In no time, Nadal was up 2-0 in the third, thanks to his sixth break, by which time everyone in the crowd was once again making dinner plans. But Djokovic was getting his game dialed in. A break brought him back to even, after which he reeled off six consecutive games to lead, 1-0 in the fourth set—with a break in hand.
In the first two sets, Djokovic had managed to make just 48 percent of his first serves; in the third set, he put 75 percent into play and drastically cut down on unforced errors. It's amazing what that one-two punch can do. Previously, Djokovic had stayed in some remarkable rallies with Nadal, only to lose them—which is best described as the "Pain, No Gain" variant on the cliche. But through the third set, Djokovic reversed that trend. It was Nadal who played numerous great shots but more often than not lost the point.

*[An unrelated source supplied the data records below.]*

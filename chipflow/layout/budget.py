"""The size guard: how big a drawing will be, decided before drawing it.

A tree of 2^18 bed channels needs more than 12 GB while it is drawn and written; on a smaller
machine it would swap or be killed part-way. :func:`check_size` estimates the channels, the
mask vertices and the peak memory of the whole build from the sized design, and refuses, in
one line that says how big, what limit and how to go on, a build that needs more than
:data:`MEMORY_SHARE` of the memory this process may use (read at run time: the machine's, or
less under a ``ulimit`` or a control group's limit, see :func:`chipflow.resources.memory_limit`).

The per-channel constants are measured by ``benchmarks/memory_per_channel.py`` (the benchmark
trees of ``benchmarks/pipeline.py``, a whole build: sizing, drawing, solving, checks, DXF,
GDSII, previews, report); update them here, in this one place, when the build's memory changes.
"""

from __future__ import annotations

from dataclasses import dataclass

import numpy as np

from chipflow.errors import TooLargeError
from chipflow.resources import MEMORY_SHARE as RESOURCE_SHARE
from chipflow.resources import limit_text, memory_limit

__all__ = [
    "BYTES_PER_CHANNEL",
    "BASE_BYTES",
    "VERTICES_PER_CHANNEL",
    "MEMORY_SHARE",
    "SizeEstimate",
    "estimate_size",
    "total_memory",
    "check_size",
    "count_vertices",
]

#: Peak memory of a whole build per drawn channel [bytes] (measured 2026-12-02 between 2^8 and
#: 2^12 bed channels with benchmarks/memory_per_channel.py: 14 830; it predicts 3.1 GB at 2^16
#: bed channels, where 3.2 GB was observed; measured again 2026-12-04 with the drawing engine:
#: 15 122 bytes and 177 MB, against 14 684 bytes and 172 MB for the drawing before it, side by
#: side on the same machine).
BYTES_PER_CHANNEL = 15_200
#: Peak memory of a build before its channels [bytes] (same measurement).
BASE_BYTES = 177e6
#: Mask vertices per drawn channel [-] (same measurement).
VERTICES_PER_CHANNEL = 30
#: Share of the memory this process may use that a build may need before it is refused [-].
MEMORY_SHARE = RESOURCE_SHARE


@dataclass(frozen=True)
class SizeEstimate:
    """How big a build will be.

    Attributes
    ----------
    channels : int
        Drawn channels (every level of the tree).
    vertices : int
        Mask vertices, about.
    memory : float
        Peak memory of the whole build, about [bytes].
    """

    channels: int
    vertices: int
    memory: float


def estimate_size(channels: int) -> SizeEstimate:
    """The estimate for a tree of ``channels`` drawn channels.

    >>> round(estimate_size(786_430).memory / 1e9, 1)   # 2^18 bed channels
    12.1
    """
    channels = int(channels)
    return SizeEstimate(
        channels, channels * VERTICES_PER_CHANNEL, BASE_BYTES + channels * BYTES_PER_CHANNEL
    )


def total_memory() -> int | None:
    """The memory this process may use [bytes]: the machine's total, or less where a
    ``ulimit`` or a control group sets a lower limit (None if unknown; see
    :func:`chipflow.resources.memory_limit`)."""
    return memory_limit()[0]


def check_size(
    channels: int, *, allow_large: bool = False, memory: int | None = None, where: str = ""
) -> SizeEstimate:
    """Refuse a build that needs more memory than the machine can spare.

    Parameters
    ----------
    channels : int
        Drawn channels of the tree (sum of the level counts).
    allow_large : bool
        Go on regardless (the command line's ``--allow-large``).
    memory : int, optional
        The memory this process may use [bytes] (default: :func:`total_memory`).
    where : str
        The design file, for the message.

    Raises
    ------
    TooLargeError
        How big, what limit, and the option to go on.

    >>> check_size(3070, memory=8 * 2**30).channels
    3070
    >>> check_size(2**21, memory=8 * 2**30)  # doctest: +ELLIPSIS
    Traceback (most recent call last):
    ...
    chipflow.errors.TooLargeError: 2,097,152 channels (about 62,914,560 mask vertices) need ...
    """
    size = estimate_size(channels)
    source = "machine"
    if memory is None:
        memory = total_memory()
        source = memory_limit()[1] if memory is not None else ""
    if allow_large or memory is None:
        return size
    limit = MEMORY_SHARE * memory
    if size.memory > limit:
        place = f"{where}: " if where else ""
        raise TooLargeError(
            f"{place}{size.channels:,} channels (about {size.vertices:,} mask vertices) need "
            f"about {_bytes(size.memory, 1e9, 'GB', 1e6, 'MB')} to draw and write, more than "
            f"{MEMORY_SHARE:.0%} of {limit_text(memory, source)}"
            "; use fewer generations or bed channels, or pass --allow-large to build anyway"
        )
    return size


def _bytes(value: float, big: float, big_unit: str, small: float, small_unit: str) -> str:
    return f"{value / big:.3g} {big_unit}" if value >= big else f"{value / small:.3g} {small_unit}"


def count_vertices(layout) -> int:
    """Vertices of every mask layer of a drawn layout [-]."""
    import shapely

    return int(sum(np.sum(shapely.get_num_coordinates(layer.geometry)) for layer in layout.layers))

Djokovic held to take a 2-0 lead in the fourth set. The rain was coming hard again—so hard that Nadal flipped a ball to Fransson and challenged him to see how wet it had become. One game later, after a very strong hold by Nadal, Fransson called it for the second time, and that was the end of it for the day.

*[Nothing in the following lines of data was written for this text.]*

"""What the drawing must obey: the chip footprint and the layout rules of the mould process.

Defaults are common practice for soft lithography in PDMS on a glass slide: a 75 x 25 mm
microscope slide, a 1 um mask grid, 100 um walls, biopsy-punched ports of 0.5, 0.75, 1.0 or
1.5 mm (common practice), bends with a centreline radius of at least twice the width.
"""

from __future__ import annotations

from dataclasses import dataclass
from typing import Any

from chipflow.errors import SpecError

__all__ = ["Chip", "LayoutRules", "PUNCH_DIAMETERS"]

#: Biopsy punch diameters in common use [m] (common practice).
PUNCH_DIAMETERS = (0.5e-3, 0.75e-3, 1.0e-3, 1.5e-3)


@dataclass(frozen=True)
class Chip:
    """The chip footprint.

    Attributes
    ----------
    width, height : float
        Outline size [m]; x runs along ``width`` (default a 75 x 25 mm slide).
    margin : float
        Edge margin that no channel or port may enter [m] (bonding area at the edge).
    punch_diameter : float
        Port hole diameter [m], one of :data:`PUNCH_DIAMETERS`.

    Examples
    --------
    >>> Chip().width, Chip().height
    (0.075, 0.025)
    >>> Chip(punch_diameter=0.9e-3)  # doctest: +ELLIPSIS
    Traceback (most recent call last):
    ...
    chipflow.errors.SpecError: chip: punch diameter 0.9 mm is not a standard biopsy punch ...
    """

    width: float = 75e-3
    height: float = 25e-3
    margin: float = 2e-3
    punch_diameter: float = 1.0e-3

    def __post_init__(self) -> None:
        for label, value in (("width", self.width), ("height", self.height)):
            if not value > 0:
                raise SpecError(f"chip: {label} must be greater than zero, got {value:g} m")
        if not 0 <= self.margin < min(self.width, self.height) / 2:
            raise SpecError(
                f"chip: edge margin {self.margin * 1e3:g} mm leaves no room on a "
                f"{self.width * 1e3:g} x {self.height * 1e3:g} mm chip"
            )
        if not any(abs(self.punch_diameter - d) < 1e-9 for d in PUNCH_DIAMETERS):
            valid = ", ".join(f"{d * 1e3:g}" for d in PUNCH_DIAMETERS)
            raise SpecError(
                f"chip: punch diameter {self.punch_diameter * 1e3:g} mm is not a standard "
                f"biopsy punch (valid: {valid} mm)"
            )


@dataclass(frozen=True)
class LayoutRules:
    """Drawing rules of the mould and mask process.

    Attributes
    ----------
    grid : float
        Mask grid every node and outline vertex is snapped to [m].
    min_feature : float
        Smallest feature the mask resolves [m] (film masks about 25-75 um, chrome about 1 um;
        mask vendors' guidance, common practice).
    min_gap : float
        Smallest PDMS wall between channels that are not connected [m]; also the wall kept
        between neighbouring channels when placing them.
    bend_radius : float
        Smallest bend centreline radius as a multiple of the channel width [-].
    alignment_margin : float
        Overlap of the deeper mask level into a shallower channel at a depth step [m].
    max_width_to_depth : float
        Roof-sag limit on width/depth [-] (support posts are usual beyond about 10-20; common
        practice, from memory).
    max_depth_to_width : float
        Tall-wall limit on depth/width [-] (above 2 gave unusable PDMS features; Delamarche
        et al., Adv Mater 1997;9:741).
    port_keepout : float
        Clearance around a port hole that only the port's own channel may enter [m], measured
        from the hole's rim.
    """

    grid: float = 1e-6
    min_feature: float = 25e-6
    min_gap: float = 100e-6
    bend_radius: float = 2.0
    alignment_margin: float = 10e-6
    max_width_to_depth: float = 10.0
    max_depth_to_width: float = 2.0
    port_keepout: float = 0.5e-3

    def __post_init__(self) -> None:
        for label in ("grid", "min_feature", "min_gap", "max_width_to_depth", "max_depth_to_width"):
            if not getattr(self, label) > 0:
                raise SpecError(f"layout rules: {label} must be greater than zero")
        if not self.bend_radius >= 0.5:
            raise SpecError(
                f"layout rules: bend radius {self.bend_radius:g} x width is too tight; the "
                "inner wall of a bend needs at least 0.5 x width (2 is common practice)"
            )
        if self.alignment_margin < 0 or self.port_keepout < 0:
            raise SpecError("layout rules: alignment margin and port keep-out cannot be negative")

    @classmethod
    def from_fabrication(cls, fab: Any, **overrides: float) -> LayoutRules:
        """Rules from a ``[fabrication]`` section (duck-typed on its attribute names).

        Reads ``grid``, ``min_feature``, ``min_gap``, ``bend_radius`` (a multiple of the
        width), ``alignment_margin``, ``max_width_to_depth`` and ``max_depth_to_width`` where
        present; ``overrides`` (e.g. ``port_keepout``) win over both.

        Examples
        --------
        >>> from types import SimpleNamespace
        >>> LayoutRules.from_fabrication(SimpleNamespace(min_gap=50e-6, grid=0.5e-6)).min_gap
        5e-05
        """
        names = (
            "grid",
            "min_feature",
            "min_gap",
            "bend_radius",
            "alignment_margin",
            "max_width_to_depth",
            "max_depth_to_width",
            "port_keepout",
        )
        values = {n: float(getattr(fab, n)) for n in names if getattr(fab, n, None) is not None}
        values.update(overrides)
        return cls(**values)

When they resumed today, Nadal jumped all over Djokovic, and capitalized on a lucky let-cord forehand to break serve and level the match at 2-2. A strong game earned Nadal a quick hold, and once again Djokovic looked sluggish and unconfident. It continued the trend established yesterday, for if Djokovic was still in Nadal's head, he didn't really look comfortable residing there, not during Roland Garros.
But true to form, Djokovic once again marshaled his resources and found a way to hang in there. The contrast in the games of the two men on clay is interesting. Djokovic plays closer to the edge of danger; his shots are somehow just that much more angled, that much more penetrating. But he also makes that many more errors than Nadal, whose game is more muted, and reliant on defense. For the rest of the match, the real question was: Will Djokovic get the odd short or relatively weak ball that enables him to take over any given rally and end it with a winner often enough to break Nadal?
Nadal's answer was an emphatic "No!" These two play truly heroic points, and divvy them up pretty evenly. The difference when the rain ceased after a Nadal hold to 5-4 seemed to be the weight of history and Rafa's consistency. Djokovic had a fair chance to break when he hit a pair of forehand winners to level at 30-all with Nadal serving at 5-all. But he hit a wild forehand to lose the next point; it was the kind of lapse that you just can't afford against Nadal, who then forced a lob error to go up 6-5.
With his back to the wall of history and the sun suddenly dazzling in his eyes, Djokovic went up 30-15, two points from the haven of the tiebreaker. But he took a huge cut at a forehand and drove it out, and Nadal then tagged a forehand winner down the line off a semi-lob to arrive at match point. In one of the great anti-climaxes in Grand Slam history, Djokovic double-faulted away a game for the third time in the two-day match to end it.
The double fault was a fitting symbol of the main difference between the finalists, and the main difference between the Novak Djokovic of 2011 and this year's model. Djokovic simply isn't as consistent this year as last, while Nadal is, well, call him what you will, "King of Clay," or "The Spanish Bull," whatever. The bottom line is that nobody is as consistent as well as explosive on red clay as Rafa, the seven-time Roland Garros champ.